* ACTIVITY:
Return every line from the one with "this.units.finish();" through the one with "const bytes = (writtenBits", inclusive, exactly as it appears below.

(ENTRIES PROVIDED begins)

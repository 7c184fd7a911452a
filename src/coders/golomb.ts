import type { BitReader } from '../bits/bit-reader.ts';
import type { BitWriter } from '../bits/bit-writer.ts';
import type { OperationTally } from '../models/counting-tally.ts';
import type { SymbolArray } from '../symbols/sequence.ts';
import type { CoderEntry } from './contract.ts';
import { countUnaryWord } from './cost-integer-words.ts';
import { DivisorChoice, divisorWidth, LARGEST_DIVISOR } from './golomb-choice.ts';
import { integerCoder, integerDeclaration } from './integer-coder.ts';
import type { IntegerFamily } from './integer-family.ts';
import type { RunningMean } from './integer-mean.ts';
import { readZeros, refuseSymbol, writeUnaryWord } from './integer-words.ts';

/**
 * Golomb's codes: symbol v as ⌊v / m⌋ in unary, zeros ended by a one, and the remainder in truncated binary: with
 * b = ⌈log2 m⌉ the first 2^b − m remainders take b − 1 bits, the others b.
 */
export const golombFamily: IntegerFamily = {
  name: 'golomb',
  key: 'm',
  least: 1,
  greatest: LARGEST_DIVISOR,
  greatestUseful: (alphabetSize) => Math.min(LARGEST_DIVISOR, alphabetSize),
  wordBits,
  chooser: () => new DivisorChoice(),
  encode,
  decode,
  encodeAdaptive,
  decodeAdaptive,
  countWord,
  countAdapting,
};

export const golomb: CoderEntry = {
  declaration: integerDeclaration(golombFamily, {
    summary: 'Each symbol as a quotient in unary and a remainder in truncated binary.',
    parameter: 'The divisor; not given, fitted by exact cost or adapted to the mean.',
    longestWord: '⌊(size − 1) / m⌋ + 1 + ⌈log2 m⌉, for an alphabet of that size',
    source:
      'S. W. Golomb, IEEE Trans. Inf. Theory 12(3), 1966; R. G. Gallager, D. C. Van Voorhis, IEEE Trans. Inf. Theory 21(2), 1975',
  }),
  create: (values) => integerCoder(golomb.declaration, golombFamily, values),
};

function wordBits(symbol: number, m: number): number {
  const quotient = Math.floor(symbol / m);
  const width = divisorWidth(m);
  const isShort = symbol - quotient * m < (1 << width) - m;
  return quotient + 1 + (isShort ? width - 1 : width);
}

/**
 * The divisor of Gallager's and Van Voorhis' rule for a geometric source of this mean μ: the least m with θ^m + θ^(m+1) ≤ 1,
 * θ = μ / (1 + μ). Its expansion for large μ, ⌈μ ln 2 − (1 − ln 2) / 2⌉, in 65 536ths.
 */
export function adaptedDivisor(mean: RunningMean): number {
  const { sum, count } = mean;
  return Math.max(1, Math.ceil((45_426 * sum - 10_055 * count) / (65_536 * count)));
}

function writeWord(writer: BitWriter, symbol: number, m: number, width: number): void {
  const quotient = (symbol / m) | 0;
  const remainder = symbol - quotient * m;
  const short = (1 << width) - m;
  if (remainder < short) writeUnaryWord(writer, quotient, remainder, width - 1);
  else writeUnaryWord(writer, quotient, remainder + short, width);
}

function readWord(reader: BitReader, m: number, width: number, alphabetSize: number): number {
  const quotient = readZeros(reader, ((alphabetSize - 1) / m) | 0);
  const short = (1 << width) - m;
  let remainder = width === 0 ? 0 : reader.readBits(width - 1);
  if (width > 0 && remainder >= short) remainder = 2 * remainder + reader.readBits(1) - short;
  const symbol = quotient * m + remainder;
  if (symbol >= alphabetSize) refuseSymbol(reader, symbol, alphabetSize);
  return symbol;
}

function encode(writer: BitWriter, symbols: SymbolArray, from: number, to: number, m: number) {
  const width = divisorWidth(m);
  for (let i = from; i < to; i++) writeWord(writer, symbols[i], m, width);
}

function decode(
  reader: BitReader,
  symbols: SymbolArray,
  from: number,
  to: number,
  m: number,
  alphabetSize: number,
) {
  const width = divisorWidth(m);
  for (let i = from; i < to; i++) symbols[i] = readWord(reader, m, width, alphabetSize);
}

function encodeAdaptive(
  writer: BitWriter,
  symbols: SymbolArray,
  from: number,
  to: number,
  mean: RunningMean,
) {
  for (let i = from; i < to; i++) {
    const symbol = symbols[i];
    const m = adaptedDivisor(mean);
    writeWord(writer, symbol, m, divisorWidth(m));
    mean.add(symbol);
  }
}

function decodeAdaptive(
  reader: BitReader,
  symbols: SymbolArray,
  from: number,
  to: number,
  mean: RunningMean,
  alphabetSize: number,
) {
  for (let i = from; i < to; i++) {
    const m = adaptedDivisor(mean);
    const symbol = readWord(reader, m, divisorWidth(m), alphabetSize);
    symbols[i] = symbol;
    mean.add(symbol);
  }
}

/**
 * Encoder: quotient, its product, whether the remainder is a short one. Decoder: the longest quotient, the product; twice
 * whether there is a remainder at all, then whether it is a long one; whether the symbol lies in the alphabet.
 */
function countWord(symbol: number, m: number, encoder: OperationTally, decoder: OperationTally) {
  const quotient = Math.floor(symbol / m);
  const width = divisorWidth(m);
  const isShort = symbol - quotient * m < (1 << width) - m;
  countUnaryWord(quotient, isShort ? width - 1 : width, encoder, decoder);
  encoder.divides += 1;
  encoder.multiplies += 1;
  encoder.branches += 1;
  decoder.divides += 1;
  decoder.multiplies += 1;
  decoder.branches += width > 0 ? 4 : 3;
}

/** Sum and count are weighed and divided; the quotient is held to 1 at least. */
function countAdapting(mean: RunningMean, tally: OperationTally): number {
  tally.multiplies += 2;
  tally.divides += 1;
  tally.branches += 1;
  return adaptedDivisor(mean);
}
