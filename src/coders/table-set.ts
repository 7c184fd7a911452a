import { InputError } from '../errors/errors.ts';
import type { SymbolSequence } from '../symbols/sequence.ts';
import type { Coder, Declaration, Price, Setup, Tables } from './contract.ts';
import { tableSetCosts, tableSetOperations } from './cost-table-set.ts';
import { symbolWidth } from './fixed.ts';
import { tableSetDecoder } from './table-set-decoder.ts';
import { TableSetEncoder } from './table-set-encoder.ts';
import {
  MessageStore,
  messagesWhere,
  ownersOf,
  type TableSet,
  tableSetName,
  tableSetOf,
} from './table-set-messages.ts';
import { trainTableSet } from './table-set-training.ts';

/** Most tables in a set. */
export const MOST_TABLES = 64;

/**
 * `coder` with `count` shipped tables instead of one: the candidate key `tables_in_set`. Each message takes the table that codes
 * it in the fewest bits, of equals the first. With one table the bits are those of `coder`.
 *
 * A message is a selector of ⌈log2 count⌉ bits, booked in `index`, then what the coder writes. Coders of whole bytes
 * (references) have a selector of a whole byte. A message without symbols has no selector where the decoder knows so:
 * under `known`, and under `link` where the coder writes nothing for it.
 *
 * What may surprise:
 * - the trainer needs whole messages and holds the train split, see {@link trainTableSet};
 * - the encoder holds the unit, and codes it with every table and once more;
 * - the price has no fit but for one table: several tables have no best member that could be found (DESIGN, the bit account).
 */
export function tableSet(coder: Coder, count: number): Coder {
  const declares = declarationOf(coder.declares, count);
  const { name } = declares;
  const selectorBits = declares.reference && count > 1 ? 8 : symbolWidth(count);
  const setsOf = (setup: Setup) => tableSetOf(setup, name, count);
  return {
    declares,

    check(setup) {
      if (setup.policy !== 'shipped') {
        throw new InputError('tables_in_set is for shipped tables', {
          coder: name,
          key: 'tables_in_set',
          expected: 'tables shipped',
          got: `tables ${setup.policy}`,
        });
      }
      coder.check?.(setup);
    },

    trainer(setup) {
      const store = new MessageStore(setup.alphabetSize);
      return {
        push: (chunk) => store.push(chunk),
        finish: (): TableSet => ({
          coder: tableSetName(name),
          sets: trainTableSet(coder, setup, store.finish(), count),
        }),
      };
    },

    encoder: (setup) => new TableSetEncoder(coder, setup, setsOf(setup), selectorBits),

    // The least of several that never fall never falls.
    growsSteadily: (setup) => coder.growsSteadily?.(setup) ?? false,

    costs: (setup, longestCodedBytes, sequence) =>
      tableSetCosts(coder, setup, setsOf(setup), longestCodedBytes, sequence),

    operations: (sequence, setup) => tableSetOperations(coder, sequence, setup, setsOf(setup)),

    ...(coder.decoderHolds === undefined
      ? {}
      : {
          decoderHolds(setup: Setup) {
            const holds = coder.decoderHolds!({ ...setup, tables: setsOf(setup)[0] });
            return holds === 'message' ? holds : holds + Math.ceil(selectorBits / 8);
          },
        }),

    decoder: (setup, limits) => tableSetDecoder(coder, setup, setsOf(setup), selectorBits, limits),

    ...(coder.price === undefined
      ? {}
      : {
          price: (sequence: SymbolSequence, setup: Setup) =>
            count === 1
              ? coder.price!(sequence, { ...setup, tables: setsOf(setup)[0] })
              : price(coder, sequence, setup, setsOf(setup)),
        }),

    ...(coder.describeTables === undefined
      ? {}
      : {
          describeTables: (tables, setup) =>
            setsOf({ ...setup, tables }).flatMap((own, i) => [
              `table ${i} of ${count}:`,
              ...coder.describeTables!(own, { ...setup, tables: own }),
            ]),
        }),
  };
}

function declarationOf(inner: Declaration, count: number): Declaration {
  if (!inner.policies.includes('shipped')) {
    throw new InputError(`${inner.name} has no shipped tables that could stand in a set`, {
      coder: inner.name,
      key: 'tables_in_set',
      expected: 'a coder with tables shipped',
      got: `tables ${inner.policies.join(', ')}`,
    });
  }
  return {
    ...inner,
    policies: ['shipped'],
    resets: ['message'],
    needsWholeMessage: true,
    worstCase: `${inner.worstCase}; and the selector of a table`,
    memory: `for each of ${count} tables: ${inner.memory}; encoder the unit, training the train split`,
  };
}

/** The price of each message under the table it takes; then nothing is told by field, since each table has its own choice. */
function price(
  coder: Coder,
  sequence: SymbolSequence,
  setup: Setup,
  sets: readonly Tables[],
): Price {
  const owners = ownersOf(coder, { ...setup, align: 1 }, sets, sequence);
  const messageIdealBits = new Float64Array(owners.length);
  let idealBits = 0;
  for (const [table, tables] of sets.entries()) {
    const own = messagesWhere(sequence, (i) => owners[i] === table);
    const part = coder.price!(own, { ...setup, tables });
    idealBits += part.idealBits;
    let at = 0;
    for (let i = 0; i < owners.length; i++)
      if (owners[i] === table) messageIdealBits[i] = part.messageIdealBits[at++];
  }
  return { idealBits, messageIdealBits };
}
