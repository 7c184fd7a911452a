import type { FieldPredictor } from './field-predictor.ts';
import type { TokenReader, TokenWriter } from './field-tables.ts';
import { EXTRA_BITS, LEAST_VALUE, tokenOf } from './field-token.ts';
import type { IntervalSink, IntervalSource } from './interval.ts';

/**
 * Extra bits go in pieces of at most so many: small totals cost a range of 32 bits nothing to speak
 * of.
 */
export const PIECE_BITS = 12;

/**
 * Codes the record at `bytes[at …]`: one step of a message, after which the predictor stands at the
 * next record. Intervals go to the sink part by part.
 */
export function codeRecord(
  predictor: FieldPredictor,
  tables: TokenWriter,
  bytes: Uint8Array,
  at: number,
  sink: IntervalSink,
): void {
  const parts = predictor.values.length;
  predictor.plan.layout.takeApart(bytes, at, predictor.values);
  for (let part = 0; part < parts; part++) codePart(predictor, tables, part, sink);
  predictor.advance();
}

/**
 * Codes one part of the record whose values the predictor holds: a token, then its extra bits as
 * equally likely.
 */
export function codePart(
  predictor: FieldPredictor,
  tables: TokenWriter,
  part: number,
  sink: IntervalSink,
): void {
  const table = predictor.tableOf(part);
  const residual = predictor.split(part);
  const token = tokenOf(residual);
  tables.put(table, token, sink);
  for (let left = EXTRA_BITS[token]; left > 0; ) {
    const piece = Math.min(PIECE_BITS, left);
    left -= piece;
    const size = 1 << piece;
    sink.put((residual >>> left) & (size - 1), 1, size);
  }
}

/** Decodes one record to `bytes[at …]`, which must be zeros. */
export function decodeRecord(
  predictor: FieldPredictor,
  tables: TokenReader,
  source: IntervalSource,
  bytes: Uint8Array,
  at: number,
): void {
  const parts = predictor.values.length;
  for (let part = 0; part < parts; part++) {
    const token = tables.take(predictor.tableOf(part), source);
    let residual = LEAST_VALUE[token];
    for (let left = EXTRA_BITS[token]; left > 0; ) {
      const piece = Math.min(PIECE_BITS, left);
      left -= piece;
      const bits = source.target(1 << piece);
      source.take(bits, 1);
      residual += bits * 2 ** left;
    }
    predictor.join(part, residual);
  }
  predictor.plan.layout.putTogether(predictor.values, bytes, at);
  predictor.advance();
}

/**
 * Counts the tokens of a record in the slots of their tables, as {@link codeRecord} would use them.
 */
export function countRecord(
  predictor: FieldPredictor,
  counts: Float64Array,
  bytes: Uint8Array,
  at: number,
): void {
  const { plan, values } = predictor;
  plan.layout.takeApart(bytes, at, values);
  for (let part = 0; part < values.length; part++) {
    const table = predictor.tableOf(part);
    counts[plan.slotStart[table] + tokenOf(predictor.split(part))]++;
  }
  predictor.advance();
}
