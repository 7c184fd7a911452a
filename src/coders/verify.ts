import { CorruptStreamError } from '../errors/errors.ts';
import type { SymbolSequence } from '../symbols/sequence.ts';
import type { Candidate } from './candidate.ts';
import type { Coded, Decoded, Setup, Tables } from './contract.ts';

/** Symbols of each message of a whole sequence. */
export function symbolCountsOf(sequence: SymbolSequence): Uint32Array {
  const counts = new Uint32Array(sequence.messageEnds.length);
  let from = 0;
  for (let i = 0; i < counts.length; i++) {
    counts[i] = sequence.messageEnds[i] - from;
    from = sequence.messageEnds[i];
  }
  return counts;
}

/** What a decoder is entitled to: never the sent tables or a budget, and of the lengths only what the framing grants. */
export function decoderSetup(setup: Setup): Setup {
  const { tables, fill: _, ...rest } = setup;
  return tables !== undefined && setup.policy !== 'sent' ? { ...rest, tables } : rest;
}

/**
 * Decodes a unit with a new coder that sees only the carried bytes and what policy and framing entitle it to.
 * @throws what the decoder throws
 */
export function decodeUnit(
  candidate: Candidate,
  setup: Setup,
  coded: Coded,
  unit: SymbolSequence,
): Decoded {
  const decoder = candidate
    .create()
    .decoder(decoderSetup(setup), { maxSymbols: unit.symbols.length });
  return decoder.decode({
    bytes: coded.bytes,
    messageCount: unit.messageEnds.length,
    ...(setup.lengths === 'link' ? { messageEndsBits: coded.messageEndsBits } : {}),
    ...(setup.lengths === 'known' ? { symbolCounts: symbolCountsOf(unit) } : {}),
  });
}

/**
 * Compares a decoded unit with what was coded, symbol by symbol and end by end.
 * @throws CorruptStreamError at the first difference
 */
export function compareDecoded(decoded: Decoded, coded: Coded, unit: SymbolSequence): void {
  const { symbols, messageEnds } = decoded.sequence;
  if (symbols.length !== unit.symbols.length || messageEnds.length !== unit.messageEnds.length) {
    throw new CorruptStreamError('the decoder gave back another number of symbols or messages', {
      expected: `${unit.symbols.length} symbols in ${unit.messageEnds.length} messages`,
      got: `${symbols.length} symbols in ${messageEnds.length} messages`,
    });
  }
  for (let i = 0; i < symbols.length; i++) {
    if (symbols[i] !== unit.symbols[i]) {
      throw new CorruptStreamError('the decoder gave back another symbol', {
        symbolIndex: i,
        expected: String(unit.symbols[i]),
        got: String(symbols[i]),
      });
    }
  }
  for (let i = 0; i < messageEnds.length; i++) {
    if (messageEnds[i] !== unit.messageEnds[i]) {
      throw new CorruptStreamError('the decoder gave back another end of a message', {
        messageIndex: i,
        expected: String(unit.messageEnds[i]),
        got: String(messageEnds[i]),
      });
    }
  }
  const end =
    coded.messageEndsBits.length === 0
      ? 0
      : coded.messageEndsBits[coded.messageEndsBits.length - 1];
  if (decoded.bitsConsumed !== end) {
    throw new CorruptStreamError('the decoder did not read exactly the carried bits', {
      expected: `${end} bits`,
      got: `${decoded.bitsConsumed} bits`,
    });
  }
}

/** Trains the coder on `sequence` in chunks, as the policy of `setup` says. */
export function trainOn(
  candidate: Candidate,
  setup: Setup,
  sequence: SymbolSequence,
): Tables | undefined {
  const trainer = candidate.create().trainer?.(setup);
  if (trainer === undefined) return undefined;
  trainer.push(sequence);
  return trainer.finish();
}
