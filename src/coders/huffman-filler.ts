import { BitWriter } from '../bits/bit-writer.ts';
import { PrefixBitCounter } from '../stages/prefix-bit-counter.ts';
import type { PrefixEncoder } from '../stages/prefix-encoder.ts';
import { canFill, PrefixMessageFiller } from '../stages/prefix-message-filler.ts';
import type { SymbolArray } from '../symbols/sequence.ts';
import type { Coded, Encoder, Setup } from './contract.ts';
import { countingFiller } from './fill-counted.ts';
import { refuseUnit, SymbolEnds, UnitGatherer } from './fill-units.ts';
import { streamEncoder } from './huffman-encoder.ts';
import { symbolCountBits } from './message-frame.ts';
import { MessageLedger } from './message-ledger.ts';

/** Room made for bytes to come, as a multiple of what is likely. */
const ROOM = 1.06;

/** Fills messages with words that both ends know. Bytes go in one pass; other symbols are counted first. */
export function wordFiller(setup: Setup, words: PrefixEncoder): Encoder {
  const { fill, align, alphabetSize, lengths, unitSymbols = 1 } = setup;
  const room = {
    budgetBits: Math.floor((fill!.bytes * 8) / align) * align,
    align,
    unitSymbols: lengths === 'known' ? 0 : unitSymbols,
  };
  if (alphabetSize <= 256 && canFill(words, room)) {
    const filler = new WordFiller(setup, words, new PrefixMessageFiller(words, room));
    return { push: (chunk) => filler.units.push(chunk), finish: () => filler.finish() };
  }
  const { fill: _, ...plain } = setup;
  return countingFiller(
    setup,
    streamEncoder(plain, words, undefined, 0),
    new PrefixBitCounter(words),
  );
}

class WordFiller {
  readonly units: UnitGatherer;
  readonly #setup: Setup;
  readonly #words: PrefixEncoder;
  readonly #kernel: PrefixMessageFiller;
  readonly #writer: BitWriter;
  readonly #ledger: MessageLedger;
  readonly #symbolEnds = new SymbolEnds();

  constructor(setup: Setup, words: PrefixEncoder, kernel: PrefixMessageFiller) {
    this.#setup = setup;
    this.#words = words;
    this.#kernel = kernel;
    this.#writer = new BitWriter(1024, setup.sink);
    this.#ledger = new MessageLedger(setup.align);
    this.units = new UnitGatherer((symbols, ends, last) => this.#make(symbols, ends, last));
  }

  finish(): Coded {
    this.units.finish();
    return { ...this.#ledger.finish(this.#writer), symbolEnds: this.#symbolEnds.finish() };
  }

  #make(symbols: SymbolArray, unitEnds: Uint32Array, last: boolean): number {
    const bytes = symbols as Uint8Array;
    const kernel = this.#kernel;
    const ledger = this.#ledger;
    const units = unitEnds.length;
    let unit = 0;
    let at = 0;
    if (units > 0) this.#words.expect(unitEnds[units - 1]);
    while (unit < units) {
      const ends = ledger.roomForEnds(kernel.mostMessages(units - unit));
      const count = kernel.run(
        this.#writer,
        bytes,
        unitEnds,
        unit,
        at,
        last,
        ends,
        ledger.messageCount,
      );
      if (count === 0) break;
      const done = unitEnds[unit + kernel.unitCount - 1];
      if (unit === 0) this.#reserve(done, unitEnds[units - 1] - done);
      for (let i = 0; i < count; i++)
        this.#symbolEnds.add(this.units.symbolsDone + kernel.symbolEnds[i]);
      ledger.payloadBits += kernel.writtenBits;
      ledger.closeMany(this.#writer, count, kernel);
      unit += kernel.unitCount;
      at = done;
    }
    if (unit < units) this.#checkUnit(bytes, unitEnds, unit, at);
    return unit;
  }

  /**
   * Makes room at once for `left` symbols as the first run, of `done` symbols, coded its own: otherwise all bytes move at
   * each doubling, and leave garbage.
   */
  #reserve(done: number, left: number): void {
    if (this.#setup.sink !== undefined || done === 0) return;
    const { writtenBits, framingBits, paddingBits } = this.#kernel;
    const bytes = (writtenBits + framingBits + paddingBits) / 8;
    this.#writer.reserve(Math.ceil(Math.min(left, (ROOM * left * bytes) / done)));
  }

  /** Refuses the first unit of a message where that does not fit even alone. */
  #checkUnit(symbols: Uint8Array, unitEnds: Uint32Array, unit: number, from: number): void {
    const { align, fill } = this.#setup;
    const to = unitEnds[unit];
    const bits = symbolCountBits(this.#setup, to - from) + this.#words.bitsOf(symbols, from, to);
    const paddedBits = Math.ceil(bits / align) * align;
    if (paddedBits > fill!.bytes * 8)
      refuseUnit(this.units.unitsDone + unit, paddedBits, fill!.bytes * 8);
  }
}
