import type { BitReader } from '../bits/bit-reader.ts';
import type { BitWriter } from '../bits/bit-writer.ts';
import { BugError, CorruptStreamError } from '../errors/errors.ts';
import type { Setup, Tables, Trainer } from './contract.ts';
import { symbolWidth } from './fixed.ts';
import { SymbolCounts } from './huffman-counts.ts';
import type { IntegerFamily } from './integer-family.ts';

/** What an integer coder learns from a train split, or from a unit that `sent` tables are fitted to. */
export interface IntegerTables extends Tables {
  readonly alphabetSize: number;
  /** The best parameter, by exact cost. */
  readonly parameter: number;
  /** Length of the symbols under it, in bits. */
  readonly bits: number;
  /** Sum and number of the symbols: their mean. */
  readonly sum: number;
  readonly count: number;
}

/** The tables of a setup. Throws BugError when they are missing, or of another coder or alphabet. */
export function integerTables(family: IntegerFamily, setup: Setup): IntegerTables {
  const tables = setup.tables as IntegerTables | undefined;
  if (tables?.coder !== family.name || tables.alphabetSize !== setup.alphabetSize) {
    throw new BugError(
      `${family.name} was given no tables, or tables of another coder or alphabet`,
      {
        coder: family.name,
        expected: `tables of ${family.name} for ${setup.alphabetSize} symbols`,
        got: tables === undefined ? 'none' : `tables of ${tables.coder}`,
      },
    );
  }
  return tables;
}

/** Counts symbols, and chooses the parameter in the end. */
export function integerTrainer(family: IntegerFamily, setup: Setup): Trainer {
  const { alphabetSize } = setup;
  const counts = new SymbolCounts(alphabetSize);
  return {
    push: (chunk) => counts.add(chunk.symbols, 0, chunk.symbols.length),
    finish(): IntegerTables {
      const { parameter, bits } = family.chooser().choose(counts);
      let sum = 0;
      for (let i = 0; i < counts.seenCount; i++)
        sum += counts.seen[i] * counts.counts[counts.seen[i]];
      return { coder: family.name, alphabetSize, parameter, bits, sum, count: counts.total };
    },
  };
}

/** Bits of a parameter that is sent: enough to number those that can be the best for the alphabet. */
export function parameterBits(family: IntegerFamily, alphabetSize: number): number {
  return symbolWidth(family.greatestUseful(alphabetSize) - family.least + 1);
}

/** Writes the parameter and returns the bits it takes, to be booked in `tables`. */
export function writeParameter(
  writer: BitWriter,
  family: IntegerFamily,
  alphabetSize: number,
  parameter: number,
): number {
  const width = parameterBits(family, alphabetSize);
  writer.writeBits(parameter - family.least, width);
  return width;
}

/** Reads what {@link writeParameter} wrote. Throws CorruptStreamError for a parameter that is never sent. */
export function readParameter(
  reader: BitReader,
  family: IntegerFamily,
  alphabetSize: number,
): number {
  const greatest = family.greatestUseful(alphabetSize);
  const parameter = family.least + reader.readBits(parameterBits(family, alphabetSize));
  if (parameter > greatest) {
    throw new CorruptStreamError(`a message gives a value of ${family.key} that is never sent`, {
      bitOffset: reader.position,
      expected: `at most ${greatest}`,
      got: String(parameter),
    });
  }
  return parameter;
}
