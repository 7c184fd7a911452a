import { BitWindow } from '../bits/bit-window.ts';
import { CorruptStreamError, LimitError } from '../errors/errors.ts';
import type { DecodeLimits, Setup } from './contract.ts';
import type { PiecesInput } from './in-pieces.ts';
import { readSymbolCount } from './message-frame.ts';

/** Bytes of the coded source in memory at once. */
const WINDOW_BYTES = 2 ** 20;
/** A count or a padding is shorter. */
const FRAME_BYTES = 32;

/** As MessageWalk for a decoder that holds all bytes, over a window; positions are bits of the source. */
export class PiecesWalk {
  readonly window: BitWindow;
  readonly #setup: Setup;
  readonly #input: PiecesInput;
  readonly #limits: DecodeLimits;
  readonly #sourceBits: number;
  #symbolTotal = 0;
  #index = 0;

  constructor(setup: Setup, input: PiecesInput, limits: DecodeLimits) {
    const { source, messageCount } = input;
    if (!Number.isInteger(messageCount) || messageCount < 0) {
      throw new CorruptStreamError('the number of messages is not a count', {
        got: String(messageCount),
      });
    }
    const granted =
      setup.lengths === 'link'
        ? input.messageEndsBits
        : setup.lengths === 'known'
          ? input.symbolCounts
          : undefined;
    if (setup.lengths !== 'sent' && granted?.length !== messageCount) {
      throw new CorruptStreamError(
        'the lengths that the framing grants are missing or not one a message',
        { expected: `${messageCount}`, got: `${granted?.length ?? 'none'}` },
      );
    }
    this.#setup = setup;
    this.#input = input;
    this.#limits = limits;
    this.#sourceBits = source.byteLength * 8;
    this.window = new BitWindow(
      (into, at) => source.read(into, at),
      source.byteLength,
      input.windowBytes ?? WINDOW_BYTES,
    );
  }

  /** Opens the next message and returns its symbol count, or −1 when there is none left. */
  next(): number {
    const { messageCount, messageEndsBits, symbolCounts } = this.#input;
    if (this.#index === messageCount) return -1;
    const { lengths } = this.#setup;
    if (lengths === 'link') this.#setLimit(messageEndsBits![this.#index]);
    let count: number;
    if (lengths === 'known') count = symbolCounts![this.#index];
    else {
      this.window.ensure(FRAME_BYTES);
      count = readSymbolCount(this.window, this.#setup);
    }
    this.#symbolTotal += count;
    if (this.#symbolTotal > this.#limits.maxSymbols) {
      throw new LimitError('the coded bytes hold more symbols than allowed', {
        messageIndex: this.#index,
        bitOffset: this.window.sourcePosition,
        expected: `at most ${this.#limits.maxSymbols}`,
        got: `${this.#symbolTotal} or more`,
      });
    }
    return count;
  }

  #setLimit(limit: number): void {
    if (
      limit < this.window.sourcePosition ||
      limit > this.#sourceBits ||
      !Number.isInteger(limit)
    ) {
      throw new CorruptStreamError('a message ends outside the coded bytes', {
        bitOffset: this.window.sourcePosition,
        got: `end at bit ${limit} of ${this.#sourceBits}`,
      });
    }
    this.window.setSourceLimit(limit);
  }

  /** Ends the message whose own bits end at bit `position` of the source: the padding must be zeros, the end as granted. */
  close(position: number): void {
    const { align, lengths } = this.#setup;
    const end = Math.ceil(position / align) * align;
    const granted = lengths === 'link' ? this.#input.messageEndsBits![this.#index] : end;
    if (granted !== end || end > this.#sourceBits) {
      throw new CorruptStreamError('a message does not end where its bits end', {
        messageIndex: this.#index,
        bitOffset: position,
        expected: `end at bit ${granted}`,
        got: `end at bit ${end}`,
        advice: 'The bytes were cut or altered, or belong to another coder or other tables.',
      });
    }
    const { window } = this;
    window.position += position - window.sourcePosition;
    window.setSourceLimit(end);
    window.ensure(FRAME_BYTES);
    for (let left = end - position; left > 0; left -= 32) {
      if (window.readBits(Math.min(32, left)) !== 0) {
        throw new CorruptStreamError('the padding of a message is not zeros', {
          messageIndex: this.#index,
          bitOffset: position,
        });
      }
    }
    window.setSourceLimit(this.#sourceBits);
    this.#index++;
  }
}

(ENTRIES PROVIDED ends)

* YOUR RESPONSE:
    this.units.finish();
    return { ...this.#ledger.finish(this.#writer), symbolEnds: this.#symbolEnds.finish() };
  }

  #make(symbols: SymbolArray, unitEnds: Uint32Array, last: boolean): number {
    const bytes = symbols as Uint8Array;
    const kernel = this.#kernel;
    const ledger = this.#ledger;
    const units = unitEnds.length;
    let unit = 0;
    let at = 0;
    if (units > 0) this.#words.expect(unitEnds[units - 1]);
    while (unit < units) {
      const ends = ledger.roomForEnds(kernel.mostMessages(units - unit));
      const count = kernel.run(
        this.#writer,
        bytes,
        unitEnds,
        unit,
        at,
        last,
        ends,
        ledger.messageCount,
      );
      if (count === 0) break;
      const done = unitEnds[unit + kernel.unitCount - 1];
      if (unit === 0) this.#reserve(done, unitEnds[units - 1] - done);
      for (let i = 0; i < count; i++)
        this.#symbolEnds.add(this.units.symbolsDone + kernel.symbolEnds[i]);
      ledger.payloadBits += kernel.writtenBits;
      ledger.closeMany(this.#writer, count, kernel);
      unit += kernel.unitCount;
      at = done;
    }
    if (unit < units) this.#checkUnit(bytes, unitEnds, unit, at);
    return unit;
  }

  /**
   * Makes room at once for `left` symbols as the first run, of `done` symbols, coded its own: otherwise all bytes move at
   * each doubling, and leave garbage.
   */
  #reserve(done: number, left: number): void {
    if (this.#setup.sink !== undefined || done === 0) return;
    const { writtenBits, framingBits, paddingBits } = this.#kernel;
    const bytes = (writtenBits + framingBits + paddingBits) / 8;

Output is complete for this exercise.